The Ensigna of Count Camillo Marcolini-Ferretti

Camillo Count Marcolini-Ferretti (2 April 1739 in Fano - 10 July 1814 in Prague) was a minister and general director of the fine arts for the Electorate, later Kingdom of Saxony.

==Biography==
Born into the Marcolini family, an old Italian nobility, Camillo was the son of Pietro Paolo Marcolini (1689–1758), Doctor of Theology and Philosophy in the service of Pope Clement XI, and his wife, Antonia Ferretti. The prince-elector Frederick Christian met the Camillo's father in Rome and they agreed that in 1752 Camillo would be sent as page to the Saxon court. In Saxony, Camillo gained the prince-electors and future Frederick Augustus I of Saxony's trust. In 1767 Camillo became Lord Chamberlain, 1778 Lord Controller, 1799 Lord equerry, 1772 Privy Councillor and 1809 minister of the royal cabinet. In 1813, after the Battle of Leipzig, Marcolini followed the King into exile.

==Notable achievements==
Camillo also became general director of the fine arts in 1780 later the director of the art academy, as well as director of the Meissen porcelain manufacture from 1774 to 1813. Some Meissen services from this time are known as 'Marcolini Services' after him.
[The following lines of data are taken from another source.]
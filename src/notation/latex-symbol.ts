/**
 * LaTeX of symbols: derived from a name, or checked when the user gives it. What passes the check is accepted by KaTeX and
 * by a plain article, cannot break out of its formula, and sets one symbol with scripts and accents.
 */
import type { Diagnostic } from './diagnostics.js';
import { errorAt } from './diagnostics.js';
import type { Passage } from './passage.js';
import { GREEK, isGreek } from './tokens.js';

/** Longest LaTeX name. */
const MAX_LATEX = 100;
const MAX_GROUPS = 8;
/** Macros with one braced argument. */
const WRAPPERS: ReadonlySet<string> = new Set([
  ...['mathrm', 'mathcal', 'mathsf', 'mathbf', 'mathit', 'mathtt'],
  ...['hat', 'tilde', 'bar', 'dot', 'ddot', 'vec', 'check', 'breve', 'acute', 'grave', 'overline', 'underline'],
  ...['widehat', 'widetilde'],
]);
const SIGNS: ReadonlySet<string> = new Set(['prime', 'ell', 'hbar', 'star', 'ast', 'dagger', 'parallel', 'perp', 'pm']);

/** The first fault of a LaTeX name; undefined when it may be used. */
export function latexFault(passage: Passage): Diagnostic | undefined {
  const { text } = passage;
  const fail = (start: number, end: number, message: string, hint: string): Diagnostic =>
    errorAt(passage.locate(start, end), 'bad-latex', message, hint);
  if (!/[A-Za-z0-9]/.test(text)) return fail(0, text.length, 'the LaTeX name has no letter', "for example '\\alpha_0'");
  if (text.length > MAX_LATEX) {
    return fail(0, text.length, `the LaTeX name has more than ${MAX_LATEX} characters`, 'choose a shorter one');
  }
  const reader = new LatexReader(text);
  const fault = reader.read();
  return fault === undefined ? undefined : fail(fault.start, fault.end, fault.message, fault.hint);
}

interface LatexFault {
  readonly start: number;
  readonly end: number;
  readonly message: string;
  readonly hint: string;
}

class LatexReader {
  private readonly text: string;
  private at = 0;
  constructor(text: string) {
    this.text = text;
  }

  read(): LatexFault | undefined {
    const fault = this.group(0);
    if (fault !== undefined || this.at >= this.text.length) return fault;
    return this.fault(this.at, this.at + 1, '} closes no brace', 'remove it');
  }

  private fault(start: number, end: number, message: string, hint: string): LatexFault {
    return { start, end, message, hint };
  }

  private skipSpaces(): void {
    while (this.text[this.at] === ' ') this.at++;
  }

  /** Atoms with their scripts, up to a closing brace or the end. */
  private group(depth: number): LatexFault | undefined {
    this.skipSpaces();
    while (this.at < this.text.length && this.text[this.at] !== '}') {
      const fault = this.atom(depth) ?? this.scripts(depth);
      if (fault !== undefined) return fault;
      this.skipSpaces();
    }
    return undefined;
  }

  private scripts(depth: number): LatexFault | undefined {
    const seen = new Set<string>();
    for (;;) {
      this.skipSpaces();
      const mark = this.text[this.at] ?? '';
      if (mark !== '_' && mark !== '^' && mark !== "'") return undefined;
      const kind = mark === '_' ? 'subscript' : 'superscript';
      const start = this.at;
      while (mark === "'" && this.text[this.at + 1] === "'") this.at++;
      this.at++;
      if (seen.has(kind))
        return this.fault(
          start,
          this.at,
          `a second ${kind}`,
          `put both into one: ${mark === '_' ? 'c_{a b}' : 'c^{a b}'}`,
        );
      seen.add(kind);
      if (mark === "'") continue;
      this.skipSpaces();
      if (this.at >= this.text.length) return this.fault(start, this.at, `${mark} lacks its argument`, 'add one');
      const fault = this.atom(depth, true);
      if (fault !== undefined) return fault;
    }
  }

  /** One letter, macro or group; as the argument of a script a macro with an argument of its own needs braces. */
  private atom(depth: number, inScript = false): LatexFault | undefined {
    const start = this.at;
    const c = this.text[this.at] ?? '';
    if (/[A-Za-z0-9,]/.test(c)) {
      this.at++;
      return undefined;
    }
    if (c === '{') return this.braced(depth);
    if (c === '\\') {
      const name = /^[A-Za-z]+/.exec(this.text.slice(this.at + 1))?.[0] ?? '';
      this.at += 1 + name.length;
      if (isLatexGreek(name) || SIGNS.has(name)) return undefined;
      const hint =
        'allowed are Greek letters and \\mathrm, \\mathcal, \\mathsf, \\mathbf, \\hat, \\tilde, \\bar and their like';
      if (!WRAPPERS.has(name))
        return this.fault(start, Math.max(this.at, start + 2), `\\${name} is not allowed in a LaTeX name`, hint);
      if (inScript) return this.fault(start, this.at, `\\${name} as a script needs braces around it`, `{\\${name}{x}}`);
      this.skipSpaces();
      if (/[A-Za-z0-9]/.test(this.text[this.at] ?? '')) {
        this.at++;
        return undefined;
      }
      if (this.text[this.at] !== '{')
        return this.fault(start, this.at, `\\${name} needs an argument in braces`, `\\${name}{x}`);
      return this.braced(depth);
    }
    return this.fault(
      start,
      start + 1,
      `${JSON.stringify(c)} is not allowed in a LaTeX name`,
      'letters, digits, _ ^ { } and a few macros are',
    );
  }

  private braced(depth: number): LatexFault | undefined {
    const start = this.at;
    if (depth >= MAX_GROUPS)
      return this.fault(start, start + 1, `braces are nested more than ${MAX_GROUPS} deep`, 'simplify the name');
    this.at++;
    const fault = this.group(depth + 1);
    if (fault !== undefined) return fault;
    if (this.text[this.at] !== '}') return this.fault(start, start + 1, '{ is never closed', 'add the closing }');
    this.at++;
    return undefined;
  }
}

/** LaTeX has no \omicron: it is a Latin o. */
const isLatexGreek = (name: string): boolean => isGreek(name) && name !== 'omicron';
const LATEX_GREEK: ReadonlySet<string> = new Set(GREEK.filter(isLatexGreek));

/** A piece of a name: a Greek letter, one letter, digits, or a word in upright type. */
function latexPiece(piece: string): string {
  if (LATEX_GREEK.has(piece)) return `\\${piece}`;
  if (/^(?:[A-Za-z]|[0-9]+)$/.test(piece)) return piece;
  return `\\mathrm{${piece}}`;
}

/**
 * LaTeX derived from a name: c0 → c_{0}, alpha_1 → \alpha_{1}, Lambda → \Lambda, rho_dust → \rho_{\mathrm{dust}},
 * mass → \mathrm{mass}.
 */
export function latexName(name: string): string {
  const [head = '', ...rest] = name.split('_').filter((piece) => piece !== '');
  const digits = /^([A-Za-z]+)([0-9]+)$/.exec(head);
  const split = digits !== null && (digits[1]!.length === 1 || LATEX_GREEK.has(digits[1]!));
  const base = latexPiece(split ? digits[1]! : head);
  const subscripts = [...(split ? [digits[2]!] : []), ...rest.map(latexPiece)];
  return subscripts.length === 0 ? base : `${base}_{${subscripts.join(',')}}`;
}

/** base^exponent; a base that has a superscript of its own gets brackets, since TeX refuses two. */
export function latexPower(base: string, exponent: number): string {
  if (exponent === 1) return base;
  return `${/[\^']/.test(base) ? `(${base})` : base}^{${exponent}}`;
}
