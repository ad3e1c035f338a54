/**
 * The text of an expression in tensors → its terms: syntax, Einstein's rule, expansion. Lagrangians, sides of rules and
 * symmetries are read here; free indices and index variables `?a` only where the caller allows them.
 */
import { type Diagnostic, InputError } from './diagnostics.js';
import { expand } from './expand.js';
import { checkIndices } from './indices.js';
import { reservedMeaning } from './names.js';
import { parseEquation, parseExpression } from './parser.js';
import type { Passage } from './passage.js';
import type { Expression } from './syntax.js';
import type { DeclaredTensor, IndexSlot, LagrangianTerm, TheorySymbol } from './theory.js';
import type { Vocabulary } from './vocabulary.js';

export interface TensorExpressionOptions {
  readonly symbols?: readonly Pick<TheorySymbol, 'name'>[];
  readonly tensors?: readonly DeclaredTensor[];
  /** Whether an index may be a variable, `R_{?a?b}`; its slot is then named `?a`. */
  readonly patterns?: boolean;
  /** Whether indices may be free; they must be the same, at the same heights, in every summand. */
  readonly allowFree?: boolean;
}

export interface TensorReading {
  readonly tree: Expression;
  /** Like terms collected, in the order of the text; empty for zero. */
  readonly terms: readonly LagrangianTerm[];
}

function vocabularyOf({ symbols = [], tensors = [], patterns = false }: TensorExpressionOptions): Vocabulary {
  const names = symbols.map((s) => s.name);
  const declared = new Set(names);
  return {
    tensors: true,
    jets: false,
    patterns,
    declared: new Map(tensors.map((t) => [t.name, t])),
    isSymbol: (name) => declared.has(name),
    names,
    explain: (name) => {
      const meaning = reservedMeaning(name);
      return meaning === undefined ? undefined : `${name} stands for ${meaning} and cannot occur in a Lagrangian`;
    },
  };
}

/** As `parseTensorExpression`, with the tree, whose positions later errors can point at. */
export function readTensorExpression(passage: Passage, options: TensorExpressionOptions): TensorReading {
  const problems: Diagnostic[] = [];
  const tree = parseExpression(passage, vocabularyOf(options), problems);
  if (tree !== undefined) problems.push(...checkIndices(tree, passage, options.allowFree));
  if (tree === undefined || problems.length > 0) throw new InputError(problems);
  return { tree, terms: expand(tree, passage) };
}

/**
 * The terms of an expression, in the order of the text; zero is the empty list.
 * @throws InputError with every fault found: one syntax error at most, every unknown symbol and wrong number of indices;
 * when there is none, every offence against Einstein's rule; when there is none of these, the first limit exceeded.
 */
export const parseTensorExpression = (
  passage: Passage,
  options: TensorExpressionOptions = {},
): readonly LagrangianTerm[] => readTensorExpression(passage, options).terms;

/**
 * Both sides of `left = right`. That their free indices agree is left to the caller (`freeSlots`).
 * @throws InputError as `parseTensorExpression`, and `missing-equals`, `double-equals`.
 */
export function readTensorEquation(
  passage: Passage,
  options: TensorExpressionOptions,
): { readonly left: TensorReading; readonly right: TensorReading } {
  const problems: Diagnostic[] = [];
  const sides = parseEquation(passage, vocabularyOf(options), problems);
  for (const side of sides === undefined ? [] : [sides.left, sides.right]) {
    problems.push(...checkIndices(side, passage, options.allowFree));
  }
  if (sides === undefined || problems.length > 0) throw new InputError(problems);
  const { left, right } = sides;
  return { left: { tree: left, terms: expand(left, passage) }, right: { tree: right, terms: expand(right, passage) } };
}

/** The free indices of a term, in the order of their slots. */
export function freeSlots({ factors }: Pick<LagrangianTerm, 'factors'>): readonly IndexSlot[] {
  const slots = factors.flatMap((f) => f.slots);
  return slots.filter(({ name }) => slots.filter((other) => other.name === name).length === 1);
}
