/**
 * The declarations of a theory file: constants, scales, and the LaTeX of their names. Faulty declarations are reported and
 * still entered, so that their use in the Lagrangian is not reported a second time.
 */
import { type Diagnostic, errorAt, warningAt } from './diagnostics.js';
import { DIMENSION_HINT, parseDimension } from './dimension.js';
import { latexFault, latexName } from './latex-symbol.js';
import { MAX_SYMBOLS } from './limits.js';
import { nameFault } from './names.js';
import { nearest } from './suggest.js';
import type { MatterComponent, Origin, SymbolRole, TheorySymbol } from './theory.js';
import { PLANCK_MASS, UNIT_SYMBOLS, type UnitSymbol, type Units } from './units.js';
import { asList, asMap, asText } from './yaml-shape.js';
import type { YamlMap, YamlNode, YamlText } from './yaml-source.js';
import { passageOf } from './yaml-text.js';

/** A symbol with the place of its declaration. */
export interface Declaration {
  readonly name: string;
  readonly role: SymbolRole;
  readonly dimension: number;
  readonly origin: Origin;
}

/** A matter component before its density has a LaTeX name. */
export type MatterDeclaration = Omit<MatterComponent, 'latex'>;

/** Declarations in the order of the file, by name. */
export type Declarations = Map<string, Declaration>;

/** Adds one declaration; reports `bad-name`, `reserved-name`, `declared-twice`. */
export function declare(
  key: YamlText,
  role: SymbolRole,
  dimension: number,
  declarations: Declarations,
  problems: Diagnostic[],
): void {
  const name = key.text.trim();
  const fault = nameFault(name);
  if (fault !== undefined) problems.push(errorAt(key.origin, fault.code, fault.message, fault.hint));
  const before = declarations.get(name);
  if (before !== undefined) {
    const message = `${name} is declared twice`;
    problems.push(errorAt(key.origin, 'declared-twice', message, `it is a ${before.role} already; keep one of them`));
    return;
  }
  if (declarations.size === MAX_SYMBOLS) {
    const message = `more than ${MAX_SYMBOLS} constants, scales and tensors`;
    problems.push(errorAt(key.origin, 'symbols-limit', message, 'declare only what the Lagrangian uses'));
  }
  declarations.set(name, { name, role, dimension, origin: key.origin });
}

/** The power of mass; reports `bad-dimension`. */
export function readDimension(node: YamlNode, name: string, problems: Diagnostic[]): number {
  const text = asText(node, `the dimension of ${name}`, problems);
  const dimension = text === undefined ? 0 : parseDimension(text.text);
  if (dimension === undefined) {
    const message = `${JSON.stringify(text?.text.trim())} is not a dimension`;
    problems.push(errorAt(node.origin, 'bad-dimension', message, DIMENSION_HINT));
  }
  return dimension ?? 0;
}

/** `constants: [c0, { g: mass^2 }]`. */
export function readConstants(node: YamlNode, declarations: Declarations, problems: Diagnostic[]): void {
  for (const item of asList(node, 'constants', problems)?.items ?? []) {
    if (item.kind === 'map') {
      for (const { key, value } of item.entries.values()) {
        declare(key, 'constant', readDimension(value, key.text, problems), declarations, problems);
      }
    } else {
      const text = asText(item, 'a constant', problems);
      if (text !== undefined) declare(text, 'constant', 0, declarations, problems);
    }
  }
}

/** `scales: { M: mass }`. */
export function readScales(node: YamlNode, declarations: Declarations, problems: Diagnostic[]): void {
  for (const { key, value } of asMap(node, 'scales', problems)?.entries.values() ?? []) {
    declare(key, 'scale', readDimension(value, key.text, problems), declarations, problems);
  }
}

/**
 * Declares the symbols that the units bring with them, and M into which they are translated, unless they are declared
 * already. Reports `unit-symbol` for a declaration that means something else.
 */
export function declareUnits(units: Units, origin: Origin, declarations: Declarations, problems: Diagnostic[]): void {
  const symbols: readonly UnitSymbol[] = UNIT_SYMBOLS[units];
  if (symbols.length === 0) return;
  const mass = { name: PLANCK_MASS, role: 'scale', dimension: 1 } as const;
  for (const { name, role, dimension } of [mass, ...symbols]) {
    const before = declarations.get(name);
    if (before === undefined) declarations.set(name, { name, role, dimension, origin });
    else if (before.dimension !== dimension) {
      const message = `${name} has another meaning in the units ${units}, with the dimension mass^${dimension}`;
      problems.push(errorAt(before.origin, 'unit-symbol', message, 'leave the declaration out, or rename the symbol'));
    }
  }
}

/** What a theory prints by a name of its own. */
export interface NamedSymbols {
  readonly symbols: readonly TheorySymbol[];
  readonly matter: readonly MatterComponent[];
}

/**
 * Symbols and densities with their LaTeX, derived from the name unless `symbols` (may be undefined) gives it. Reports
 * `bad-latex` and `unknown-symbol`; warns with `same-latex` when two would look alike.
 */
export function namedSymbols(
  node: YamlNode | undefined,
  declarations: Declarations,
  matter: readonly MatterDeclaration[],
  problems: Diagnostic[],
  warnings: Diagnostic[],
): NamedSymbols {
  const names = new Set([...declarations.keys(), ...matter.map((m) => m.density)]);
  const map = node === undefined ? undefined : asMap(node, 'symbols', problems);
  const given = givenNames(map, names, problems);
  const latexOf = (name: string): string => given.get(name) ?? latexName(name);
  const seen = new Map<string, string>();
  for (const name of names) {
    const latex = latexOf(name);
    const twin = seen.get(latex);
    seen.set(latex, name);
    const place = map?.entries.get(name)?.value.origin ?? declarations.get(name)?.origin ?? map?.origin;
    if (twin === undefined || place === undefined) continue;
    const message = `${twin} and ${name} are both printed as ${latex}`;
    warnings.push(warningAt(place, 'same-latex', message, 'give one of them another name under symbols'));
  }
  return {
    symbols: [...declarations.values()].map(({ name, role, dimension }) => ({
      name,
      role,
      dimension,
      latex: latexOf(name),
    })),
    matter: matter.map((component) => ({ ...component, latex: latexOf(component.density) })),
  };
}

/** The LaTeX that the user gives, by name. */
function givenNames(
  map: YamlMap | undefined,
  names: ReadonlySet<string>,
  problems: Diagnostic[],
): ReadonlyMap<string, string> {
  const given = new Map<string, string>();
  for (const [name, { key, value }] of map?.entries ?? []) {
    if (!names.has(name)) {
      const near = nearest(name, names);
      const hint =
        near === undefined ? 'only declared constants, scales and densities can be renamed' : `did you mean ${near}?`;
      problems.push(errorAt(key.origin, 'unknown-symbol', `symbols renames ${name}, which is not declared`, hint));
      continue;
    }
    const text = asText(value, `the LaTeX of ${name}`, problems);
    if (text === undefined) continue;
    const fault = latexFault(passageOf(text));
    if (fault !== undefined) problems.push(fault);
    else given.set(name, text.text.trim());
  }
  return given;
}
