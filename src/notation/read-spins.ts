/**
 * Matter with spin in the `matter` list of a theory file: { spin: sigma, axial: q }, { spin: S, coupling: "…" } with S
 * declared under tensors, { spin: s, average: weyssenhoff }. Densities of spin are declared here, with mass dimension 3.
 */
import { type Conventions, internalWith, translate } from './conventions.js';
import { type Diagnostic, errorAt, InputError } from './diagnostics.js';
import { reservedMeaning } from './names.js';
import { type Declarations, declare } from './read-symbols.js';
import { parseScalar } from './scalar.js';
import { collectScalars } from './scalar-term.js';
import { freeSlots, readTensorExpression } from './tensor-expression.js';
import type { DeclaredTensor, LagrangianTerm, SpinSource, TheorySymbol } from './theory.js';
import { toMass } from './units.js';
import { asRecord, asText } from './yaml-shape.js';
import type { YamlMap, YamlNode, YamlText } from './yaml-source.js';
import { passageOf } from './yaml-text.js';

const FORMS =
  'write { spin: sigma, axial: q }, { spin: S, coupling: "S_{abc} T^{abc}" } or { spin: s, average: weyssenhoff }';

/** Whether an item of the list is matter with spin. */
export const isSpin = (node: YamlNode): node is YamlMap => node.kind === 'map' && node.entries.has('spin');

/** A source whose coupling has not been read yet. */
interface Declared {
  readonly name: YamlText;
  readonly item: YamlMap;
  readonly kind: SpinSource['kind'];
  readonly value: YamlText;
}

/**
 * First pass: the densities become symbols, so that the rest of the file may use them.
 * Reports `spin-form` and faults of the names.
 */
export function declareSpins(
  node: YamlNode | undefined,
  declarations: Declarations,
  problems: Diagnostic[],
): readonly Declared[] {
  const found: Declared[] = [];
  for (const item of node?.kind === 'list' ? node.items.filter(isSpin) : []) {
    const keys = { required: ['spin'], optional: ['axial', 'coupling', 'average'] };
    const values = asRecord(item, 'matter with spin', keys, problems);
    const name = asText(values.get('spin')!, 'the name of a spin density', problems);
    const given = (['axial', 'coupling', 'average'] as const).filter((key) => values.has(key));
    const [key] = given;
    if (name === undefined) continue;
    if (given.length !== 1 || key === undefined) {
      problems.push(errorAt(item.origin, 'spin-form', 'matter with spin couples in one way', FORMS));
      continue;
    }
    const value = asText(values.get(key)!, key, problems);
    if (value === undefined) continue;
    const kind = key === 'axial' ? 'axial' : key === 'coupling' ? 'tensor' : 'weyssenhoff';
    if (found.some((other) => other.name.text.trim() === name.text.trim())) {
      const message = `the spin density ${name.text.trim()} occurs twice`;
      problems.push(errorAt(name.origin, 'matter-twice', message, 'keep one of them, or give it another name'));
      continue;
    }
    if (kind !== 'tensor') declare(name, 'spin', 3, declarations, problems);
    found.push({ name, item, kind, value });
  }
  return found;
}

/** Second pass: the couplings, in the conventions of the file. Reports faults of the expressions and `spin-form`. */
export function readSpins(
  declared: readonly Declared[],
  symbols: readonly TheorySymbol[],
  tensors: readonly DeclaredTensor[],
  keep: (found: readonly Diagnostic[]) => void,
): readonly SpinSource[] {
  const problems: Diagnostic[] = [];
  const sources = declared.flatMap((source): SpinSource[] => {
    try {
      return read(source, symbols, tensors, problems);
    } catch (error) {
      if (!(error instanceof InputError)) throw error;
      problems.push(...error.diagnostics);
      return [];
    }
  });
  keep(problems);
  return sources;
}

function read(
  { name: node, kind, value }: Declared,
  symbols: readonly TheorySymbol[],
  tensors: readonly DeclaredTensor[],
  problems: Diagnostic[],
): SpinSource[] {
  const name = node.text.trim();
  const passage = passageOf(value);
  const fault = (origin: YamlText['origin'], message: string, hint: string): SpinSource[] => {
    problems.push(errorAt(origin, 'spin-form', message, hint));
    return [];
  };
  const { origin } = node;
  if (kind === 'weyssenhoff') {
    if (value.text.trim() === 'weyssenhoff') return [{ kind, name, origin }];
    return fault(
      value.origin,
      `${value.text.trim().slice(0, 40)} is no average of spins`,
      'write average: weyssenhoff',
    );
  }
  if (kind === 'axial') {
    const known = new Set(symbols.filter((s) => s.role !== 'spin').map((s) => s.name));
    const explain = (symbol: string): string | undefined => {
      const meaning = reservedMeaning(symbol);
      return meaning === undefined ? undefined : `${symbol} stands for ${meaning}; a coupling is made of constants`;
    };
    const coupling = parseScalar(passage, { isSymbol: (symbol) => known.has(symbol), names: known, explain });
    if (coupling.length === 0) return fault(value.origin, 'the coupling is zero', 'leave the source out');
    return [{ kind, name, coupling, origin }];
  }
  const tensor = tensors.find((t) => t.name === name);
  if (tensor === undefined)
    return fault(origin, `${name} is not declared under tensors`, `add tensors: { ${name}: { indices: 3 } }`);
  const { terms } = readTensorExpression(passage, { symbols, tensors });
  const isLinear = terms.every(({ factors }) => factors.filter((f) => f.head === name).length === 1);
  const others = terms.flatMap((t) => t.factors).find((f) => f.head !== name && tensors.some((t) => t.name === f.head));
  if (terms.length === 0 || !isLinear || terms.some((t) => freeSlots(t).length > 0))
    return fault(value.origin, `the coupling is not linear in ${name}`, `each term contains ${name} once`);
  if (others !== undefined)
    return fault(value.origin, `${others.head} has no components here`, `couple ${name} to torsion and curvature`);
  return [{ kind, name, tensor, coupling: terms, origin }];
}

/** The coupling as terms of a Lagrangian; an average has none of its own. */
export const couplingTerms = (source: SpinSource): readonly LagrangianTerm[] =>
  source.kind === 'tensor'
    ? source.coupling
    : source.kind === 'axial'
      ? source.coupling.map((scalar) => ({ scalar, factors: [] }))
      : [];

/** The source with its coupling in the internal conventions. The axial one is defined in them and only changes its units. */
export function internalSpin(source: SpinSource, conventions: Conventions): SpinSource {
  if (source.kind === 'axial')
    return { ...source, coupling: collectScalars(source.coupling.map((term) => toMass(term, conventions.units))) };
  if (source.kind === 'weyssenhoff') return source;
  return { ...source, coupling: translate(source.coupling, conventions, internalWith(conventions.signature)) };
}
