/**
 * A position in a list of tokens, with the error reporting that the parsers share. A syntax fault stops the parsing of
 * the passage (by an InputError); faults of meaning, such as an unknown symbol, are collected and parsing goes on.
 */
import { type Diagnostic, errorAt, InputError } from './diagnostics.js';
import { MAX_DIAGNOSTICS, MAX_NESTING } from './limits.js';
import type { Passage } from './passage.js';
import type { Span } from './syntax.js';
import { clip, type Token } from './tokens.js';

export class Cursor {
  readonly passage: Passage;
  private readonly tokens: readonly Token[];
  private readonly problems: Diagnostic[];
  private position = 0;
  private depth = 0;
  private readonly reported = new Set<string>();

  constructor(passage: Passage, tokens: readonly Token[], problems: Diagnostic[]) {
    this.passage = passage;
    this.tokens = tokens;
    this.problems = problems;
  }

  get token(): Token {
    return this.tokens[this.position]!;
  }

  /** The token `ahead` places further on; beyond the end it is the end. */
  peek(ahead: number): Token {
    return this.tokens[Math.min(this.position + ahead, this.tokens.length - 1)]!;
  }

  /** End of the token before the current one. */
  get lastEnd(): number {
    return this.position === 0 ? 0 : this.tokens[this.position - 1]!.end;
  }

  next(): Token {
    const token = this.token;
    if (token.kind !== 'end') this.position++;
    return token;
  }

  skip(count: number): void {
    this.position = Math.min(this.position + count, this.tokens.length - 1);
  }

  /** Whether the token `ahead` places further on is this mark. */
  isMark(mark: string, ahead = 0): boolean {
    const token = this.peek(ahead);
    return token.kind === 'mark' && token.text === mark;
  }

  accept(mark: string): boolean {
    if (!this.isMark(mark)) return false;
    this.position++;
    return true;
  }

  /** Runs a parser one bracket deeper. */
  nested<T>(opening: Span, parse: () => T): T {
    if (this.depth >= MAX_NESTING) {
      this.fail(
        'nesting-limit',
        opening,
        `brackets are nested more than ${MAX_NESTING} deep`,
        'multiply some of them out',
      );
    }
    this.depth++;
    const value = parse();
    this.depth--;
    return value;
  }

  /** The token as it was typed, for a message. */
  describe(token: Token): string {
    if (token.kind === 'end') return 'the end of the expression';
    return clip(this.passage.text.slice(token.start, token.end));
  }

  typed(span: Span): string {
    return clip(this.passage.text.slice(span.start, span.end).replace(/\s+/g, ' '));
  }

  /** Whether this is the first time that the passage is asked about a name; an unknown name is reported once. */
  isNews(name: string): boolean {
    const news = !this.reported.has(name);
    this.reported.add(name);
    return news;
  }

  /** Whether the bracket that opens `ahead` places further on has no closing mark behind it. */
  isOpenForGood(ahead: number, closing: string): boolean {
    for (let n = ahead; this.peek(n).kind !== 'end'; n++) if (this.isMark(closing, n)) return false;
    return true;
  }

  /** Adds an error and goes on. */
  report(code: string, span: Span, message: string, hint?: string): void {
    this.problems.push(errorAt(this.passage.locate(span.start, span.end), code, message, hint));
    // More would not be shown, and looking for suggestions takes time.
    if (this.problems.length > MAX_DIAGNOSTICS) throw new InputError([]);
  }

  /** Stops the parsing of this passage. */
  fail(code: string, span: Span, message: string, hint?: string): never {
    throw new InputError([errorAt(this.passage.locate(span.start, span.end), code, message, hint)]);
  }
}
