// Brings a fresh clone to the state that a command needs: packages installed, and with --build the library compiled.
// Does nothing, quickly, when there is nothing to do. Reads only modification times; imports nothing.
import { spawnSync } from 'node:child_process';
import { existsSync, readdirSync, statSync } from 'node:fs';
import { dirname, join } from 'node:path';
import { fileURLToPath } from 'node:url';

const root = join(dirname(fileURLToPath(import.meta.url)), '..');
const major = Number(process.versions.node.split('.')[0]);
if (major < 20) {
  console.error(`untwist needs Node 20 or newer; this is ${process.versions.node}.`);
  process.exit(1);
}
const time = (file) => (existsSync(file) ? statSync(file).mtimeMs : 0);
const newest = (dir) =>
  Math.max(
    0,
    ...readdirSync(dir, { withFileTypes: true }).map((e) =>
      e.isDirectory() ? newest(join(dir, e.name)) : time(join(dir, e.name)),
    ),
  );
const run = (words, why) => {
  console.error(why);
  const { status } = spawnSync(words[0], words.slice(1), { cwd: root, stdio: ['ignore', 2, 2] });
  if (status !== 0) process.exit(status ?? 1);
};

const installed = time(join(root, 'node_modules/.package-lock.json'));
if (installed < time(join(root, 'package-lock.json'))) {
  run(['npm', 'ci', '--no-audit', '--no-fund', '--loglevel=error'], 'Installing packages …');
}
const sources = Math.max(
  newest(join(root, 'src')),
  time(join(root, 'package-lock.json')),
  time(join(root, 'tsconfig.json')),
);
if (process.argv.includes('--build') && time(join(root, 'dist/index.js')) < sources) {
  run(['npm', 'run', '--silent', 'build'], 'Compiling …');
}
Camillo founded the zoological garden and horse breeding in Annaburg in 1792.

==Personal life==

On 4 May 1778 Marcolini married Baroness Anna O'Kelly. They had issue, including:

- Peter Paul Emanuel Johannes Count Marcolini-Ferretti (b. 1785), married firstly in 1807 to Countess Maria Anna Antonia Cavriani (b. 1792) and had one daughter. He married secondly Joséphine Rousseau d'Happancourt (1820–1899) and had one daughter:
  - Countess Theresia Ludovica Marcolili-Ferretti (1808–1875), married to Count Carl Johann Heinrich von Nimptsch (1803–1869) and had issue
  - Countess Marianne Marcolini-Ferretti (d. 1864), married to Prince Philipp Karl Alexander of Liechtenstein and had issue.

==Death==
He died in 1814 in his exile in Prague, at the age of 75.

==Insignia==

Camillo's insignia from 1775 and 1814 was the crossed swords with a star.